### HEADER #####################################################################
##' @title Choose clusters and select determinant species
##'
##' @name PRE_FATE.speciesClustering_step2
##'
##' @author Maya Guéguen
##'
##' @description This script is designed to obtain functional groups by : 1)
##' selecting the number of clusters to be kept from an object obtained with
##' the \code{\link{PRE_FATE.speciesClustering_step1}} function ; 2) refining
##' these groups by identifying determinant species in each of them.
##'
##' @param clust.dendrograms a dendrogram, or a \code{list} of dendrograms (one
##' for each \code{GROUP} value). \cr Such an object can be obtained
##' with the \code{\link{PRE_FATE.speciesClustering_step1}} function.
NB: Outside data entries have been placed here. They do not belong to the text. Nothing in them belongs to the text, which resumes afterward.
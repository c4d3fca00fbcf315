import { describe, expect, it } from 'vitest'
import { setupFieldNames } from '../../../../shared/settings/fields'
import { moveFieldNames } from '../../../../shared/settings/move-fields'
import { readSettingsText } from '../../../../shared/settings/read'
import { exampleFiles } from '../../../../shared/settings/examples'
import { sortedMoveKeys, sortedSetupNames } from '../../../../shared/settings/sorted-keys'
import { canonicalText } from '../../../../shared/settings/canonical'
import { writeJson } from '../../../../shared/settings/write-json'

describe('keys in canonical order', () => {
  it('are those of a move, its number among them', () => {
    expect(sortedMoveKeys).toEqual(['acceleration', 'approach', 'comment', 'deceleration', 'dwell', 'forceLimit', 'kind', 'label', 'move', 'next', 'pressSpeed', 'speed', 'target', 'turn', 'window'])
    expect([...sortedMoveKeys].sort()).toEqual([...moveFieldNames, 'move'].sort())
  })

  /* RFC 8785, section 3.2.3: by UTF-16 code unit, so that capitals come before small letters: homingMethod before homingSpeed, inPosition… before inertiaRatio. */
  it('are sorted by code unit, not by language', () => {
    expect(new Set(sortedSetupNames)).toEqual(new Set(setupFieldNames))
    for (const names of [sortedSetupNames, sortedMoveKeys]) for (const [index, name] of names.entries()) if (index > 0) expect((names[index - 1] as string) < name, name).toBe(true)
    expect(sortedSetupNames.indexOf('inPositionTime')).toBeLessThan(sortedSetupNames.indexOf('inertiaRatio'))
  })

  it('are the order in which a reader lays its rows and its setup down, whatever the order in the file', () => {
    for (const file of exampleFiles) {
      const backwards = JSON.stringify(JSON.parse(writeJson(file)), (_, value: unknown) =>
        typeof value === 'object' && value !== null && !Array.isArray(value) ? Object.fromEntries(Object.entries(value).reverse()) : value)
      const outcome = readSettingsText(backwards)
      if (!outcome.ok) throw new Error(JSON.stringify(outcome.errors))
      const { content } = outcome.value
      for (const move of content.moves) expect(Object.keys(move)).toEqual(sortedMoveKeys.filter(key => key in move))
      expect(Object.keys(content.setup)).toEqual(sortedSetupNames.filter(name => name in content.setup))
      expect(JSON.stringify({ ...content, extra: {} })).toBe(canonicalText({ ...content, extra: {} }))
    }
  })
})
##' @param no.clusters an \code{integer}, or a \code{vector} of \code{integer}
##' (one for each \code{GROUP} value), with the number of clusters to be kept
##' @param mat.species.DIST a \code{dist} object, or a \code{list} of
##' \code{dist} objects (one for each \code{GROUP} value), corresponding to the
##' distance between each pair of species. \cr Such an object can be obtained
##' with the \code{\link{PRE_FATE.speciesDistance}} function.
##'
##'
##' @details
##'
##' This function allows to obtain a classification of \strong{dominant}
##' species into Plant Functional Groups (PFG), and the \strong{determinant}
##' species based on these PFG. \cr \cr
##'
##' \strong{What is the difference between \code{dominant} and
##' \code{determinant} species ?}
##'
##' \itemize{
##' \item{\strong{Dominant} species are species representative of an
##' environment or a studied area, in terms of number of releves or
##' abundance values. They can be found with the
##' \code{\link{PRE_FATE.selectDominant}} function of this package. These
##' dominant species are used to build PFG with the
##' \code{\link{PRE_FATE.speciesClustering_step1}} function.
##' }
##' \item{Once PFG are built, \strong{determinant} species are defined as
##' refined subsets of dominant species within each PFG. \cr The process is
##' detailed below :
##' \itemize{
##' \item each dominant species is assigned to a PFG
##' \item within each PFG :
##' \itemize{
##' \item for each species, compute its mean distance to the other
##' species within the PFG (\code{sp.mean.dist})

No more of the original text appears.